Level of Concern:


Klamath Mountain Province (KMP) summer steelhead are in a state of long-term decline in the Klamath Basin. These stream-maturing fish face a high likelihood of extinction in California in the next 50 years due to their reliance on cold water sources during the warmest summer months, which are becoming increasingly rare.

How we're working to save them:

  • Recognize KMP summer steelhead as a DPS and manage them separately from winter steelhead based on different conservation needs.
  • Draft and implement a summer steelhead management plan to manage land use activities and improve habitat.
  • Initiate a monitoring program to determine abundance and life history information and document habitat usage.
  • Amend fishing regulations to protect vulnerable spring-run Chinook salmon and summer steelhead while in fresh water.
  • Remove the four lowermost Klamath dams to restore access to historical habitat and prioritize habitat restoration to support re-colonization by wild steelhead.

Where to find Klamath Mountains Province Summer Steelhead:

Klamath Mountains Province Summer Steelhead Distribution

The KMP summer steelhead range historically included all coastal streams and their tributaries from the Klamath River, including Upper Klamath Lake, to the Elk River in southern Oregon. Their current distribution has been significantly reduced by dam construction, and now includes merely the Klamath River and its main tributaries, the Trinity, Salmon, Scott, and Shasta rivers, and other streams north to the Oregon border. It is likely that summer steelhead once migrated far upstream of the present site of Copco Dam on the Klamath River.

How they Klamath Mountains Province Summer Steelhead Scored:

From CalTrout's SOS II Report


KMP summer steelhead are nearly identical to the more common KMP winter steelhead in their appearance. They can be differentiated by their timing of freshwater migration from April through June, timing of sexual maturation in freshwater, location of spawning in higher- gradient habitats than other steelhead, and genetic variation. KMP summer steelhead may live up to seven years, and may return to spawn to their natal streams several times throughout their lives, especially in the Scott River.


Little is known about the historical abundance of summer steelhead in the KMP. in recent decades, estimates of returning adults annually ranged from 1,400 to 4,000 fish. They have since dwindled to less than approximately 2,000 adults for the past decade. However, increases have been documented in some tributaries, such as the South Fork Trinity River, in recent years.

Habitat & Behavior

The open Klamath Estuary provides steelhead access to diverse habitats — from spring-fed systems such as the Shasta River, to snowmelt- driven Trinity River tributaries — at different times of year. Summer steelhead enter Klamath and Trinity river tributaries by June and ascend into summer holding areas with deep, bedrock pools with some overhead cover and cool seeps, often sharing these pools during the summer with spring-run Chinook salmon. They spawn from January to March, about a month earlier than winter steelhead. Generally, summer steelhead spawn in small or intermittent headwater tributaries, and juveniles migrate into perennial streams soon after hatching. Juvenile summer steelhead typically spend two years in fresh water before migrating to the ocean, and returning to spawn at three or four years of age.

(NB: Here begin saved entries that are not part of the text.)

package eiv_test

import (
	"math"
	"math/rand/v2"
	"testing"

	"eivfit/eiv"
)

// standardsFrom turns reference columns into standards with one reading each.
func standardsFrom(x, ux, y, uy []float64) []eiv.Standard {
	s := make([]eiv.Standard, len(x))
	for i := range x {
		s[i] = eiv.Standard{X: x[i], Y: []float64{y[i]}, UY: uy[i]}
		if ux != nil {
			s[i].UX = ux[i]
		}
	}
	return s
}

func mustCalibrate(t testing.TB, s []eiv.Standard, opt *eiv.CalibrationOptions) *eiv.Calibration {
	t.Helper()
	c, err := eiv.Calibrate(s, opt)
	if err != nil {
		t.Fatal(err)
	}
	return c
}

func mustInverse(t testing.TB, c *eiv.Calibration, u eiv.Unknown, opt *eiv.InverseOptions) eiv.InverseResult {
	t.Helper()
	r, err := c.Inverse([]eiv.Unknown{u}, opt)
	if err != nil {
		t.Fatal(err)
	}
	return r[0]
}

// ISO/TS 28037:2010 worked examples (testdata/ref/iso28037-*.csv, each with
// its citation): the lines of §6.3 (WLS) and §7.4 (x and y uncertain), the
// inverse evaluations of §6.3, to half a unit in the last printed digit.
func TestCalibrationISO28037(t *testing.T) {
	type want struct{ a, ua, b, ub, cov, chi2, x0, ux0 string }
	cases := []struct {
		name  string
		file  string
		model eiv.CalibrationModel
		y0    float64
		uy0   float64
		want  want
	}{
		// §6.3, equal u(y): x(10.5 ± 0.5) = 4.913 ± 0.322.
		{"ex1 WLS equal u(y)", "ref/iso28037-ex1-wls-equal.csv", eiv.ModelWLS, 10.5, 0.5,
			want{"1.867", "0.465", "1.757", "0.120", "-0.050", "1.665", "4.913", "0.322"}},
		// §6.3, unequal u(y): x(10.5 ± 1.0) = 4.674 ± 0.533.
		{"ex2 WLS unequal u(y)", "ref/iso28037-ex2-wls-unequal.csv", eiv.ModelWLS, 10.5, 1.0,
			want{"0.885", "0.530", "2.057", "0.178", "-0.082", "4.131", "4.674", "0.533"}},
		// §7.4, u(x) and u(y): the line only (no inverse evaluation published).
		{"ex3 GDR", "ref/iso28037-ex3-wtls-xy.csv", eiv.ModelGDR, 0, 0,
			want{"0.5788", "0.4764", "2.1597", "0.1355", "-0.0577", "2.743", "", ""}},
	}
	for _, tc := range cases {
		t.Run(tc.name, func(t *testing.T) {
			d := readRef(t, tc.file)
			c := mustCalibrate(t, standardsFrom(d["x"], d["u_x"], d["y"], d["u_y"]), nil)
			if c.Model != tc.model {
				t.Errorf("model %q, want %q", c.Model, tc.model)
			}
			printed(t, "a", c.Intercept.Value, tc.want.a)
			printed(t, "u(a)", c.Intercept.U, tc.want.ua)
			printed(t, "b", c.Slope.Value, tc.want.b)
			printed(t, "u(b)", c.Slope.U, tc.want.ub)
			printed(t, "cov(a,b)", c.Cov, tc.want.cov)
			printed(t, "chi2", c.Validation.Chi2, tc.want.chi2)
			if c.Validation.DOF != 4 || !c.Validation.Consistent {
				t.Errorf("validation %+v: want ν = 4, consistent", c.Validation)
			}
			if tc.want.x0 == "" {
				return
			}
			r := mustInverse(t, c, eiv.Unknown{Y: []float64{tc.y0}, UY: tc.uy0}, nil)
			printed(t, "x0", r.X.Value, tc.want.x0)
			printed(t, "u(x0)", r.X.U, tc.want.ux0)
			if r.K != 2 || math.Abs(r.Expanded-2*r.X.U) > 1e-15 || !math.IsInf(r.DOF, 1) {
				t.Errorf("k = %g, U = %g, ν = %g: want the default k = 2 on infinite ν", r.K, r.Expanded, r.DOF)
			}
		})
	}
	// Forward evaluation of ex1 at x = 3.5 ± 0.2: 8.01666666666667 ±
	// 0.406409531732455, computed in the reference file's header by a
	// general-purpose library (not a published value); double precision
	// on six points: 1e-12.
	t.Run("ex1 forward", func(t *testing.T) {
		d := readRef(t, "ref/iso28037-ex1-wls-equal.csv")
		c := mustCalibrate(t, standardsFrom(d["x"], nil, d["y"], d["u_y"]), nil)
		f, err := c.Forward(3.5, 0.2)
		if err != nil {
			t.Fatal(err)
		}
		near(t, "y", f.Y.Value, 8.01666666666667, 1e-12)
		near(t, "u(y)", f.Y.U, 0.406409531732455, 1e-12)
	})
}

// heteroData draws m standards on y = 3 + 0.8·x with per-standard u(x),
// u(y) and optional error correlations.
func heteroData(seed uint64, m int, withR bool) []eiv.Standard {
	r := rand.New(rand.NewPCG(seed, 15))
	s := make([]eiv.Standard, m)
	for i := range m {
		xt := 1 + 9*float64(i)/float64(m-1)
		ux, uy := 0.05+0.2*r.Float64(), 0.1+0.3*r.Float64()
		s[i] = eiv.Standard{X: xt + ux*r.NormFloat64(), UX: ux, Y: []float64{3 + 0.8*xt + uy*r.NormFloat64()}, UY: uy}
		if withR {
			s[i].R = 0.6*r.Float64() - 0.3
		}
	}
	return s
}

// Gauss–Markov regression with a diagonal covariance minimises the same
// generalized distance as York's method (ISO/TS 28037 §7 is §9 with V
// diagonal), so the two lines and covariances must agree. Both iterate to
// 1e-15 relative change of b; 1e-10 relative leaves room for the different
// rounding of an m×m Cholesky solve and York's sums.
func TestGMRDiagonalEqualsGDR(t *testing.T) {
	for _, tc := range []struct {
		name  string
		seed  uint64
		m     int
		withR bool
	}{
		{"m=5", 1, 5, false},
		{"m=12 with r", 2, 12, true},
		{"m=40", 3, 40, false},
	} {
		t.Run(tc.name, func(t *testing.T) {
			s := heteroData(tc.seed, tc.m, tc.withR)
			gdr := mustCalibrate(t, s, nil)
			gmr := mustCalibrate(t, s, &eiv.CalibrationOptions{Model: eiv.ModelGMR})
			if gdr.Model != eiv.ModelGDR || gmr.Model != eiv.ModelGMR {
				t.Fatalf("models %s, %s", gdr.Model, gmr.Model)
			}
			for _, p := range []struct {
				what      string
				got, want float64
			}{
				{"a", gmr.Intercept.Value, gdr.Intercept.Value},
				{"b", gmr.Slope.Value, gdr.Slope.Value},
				{"u(a)", gmr.Intercept.U, gdr.Intercept.U},
				{"u(b)", gmr.Slope.U, gdr.Slope.U},
				{"cov", gmr.Cov, gdr.Cov},
				{"chi2", gmr.Validation.Chi2, gdr.Validation.Chi2},
				{"XRef", gmr.XRef, gdr.XRef},
			} {
				near(t, p.what, p.got, p.want, 1e-10)
			}
			for i := range s {
				near(t, "adjusted x", gmr.Standards[i].XAdjusted, gdr.Standards[i].XAdjusted, 1e-10)
			}
		})
	}
}

// The GDR line and covariance also equal York's (york.go), which the
// reference tests hold to ISO/TS 28037 and scipy.odr.
func TestGDREqualsYork(t *testing.T) {
	s := heteroData(4, 9, true)
	c := mustCalibrate(t, s, nil)
	x, y, ux, uy, r := columns(s)
	f, err := eiv.York(x, y, ux, uy, r, nil)
	if err != nil {
		t.Fatal(err)
	}
	// Same slope from York's iteration; a, u, cov through the centred
	// closing pass: agreement to 1e-12 (rounding of m = 9 sums).
	near(t, "a", c.Intercept.Value, f.Intercept.Value, 1e-12)
	near(t, "b", c.Slope.Value, f.Slope.Value, 1e-12)
	near(t, "u(a)", c.Intercept.U, f.Intercept.SE, 1e-12)
	near(t, "u(b)", c.Slope.U, f.Slope.SE, 1e-12)
	near(t, "cov", c.Cov, f.CovSlopeIntercept, 1e-12)
	near(t, "chi2", c.Validation.Chi2, f.Chi2, 1e-12)
}

func columns(s []eiv.Standard) (x, y, ux, uy, r []float64) {
	for _, st := range s {
		x = append(x, st.X)
		y = append(y, st.Y[0])
		ux = append(ux, st.UX)
		uy = append(uy, st.UY)
		r = append(r, st.R)
	}
	return
}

Klamath Mountains Province summer and winter steelhead are distinct from one another in their life histories, behaviors, and genetics, but are currently lumped together for management. The cues for early migration in summer steelhead has a genetic basis that can be passed on to offspring. More genetic research is needed on the existence of a possible fall-run steelhead in the Klamath and Trinity rivers, which enter fresh water a month earlier than winter steelhead and appear to have an intermediate life history between summer and winter fish.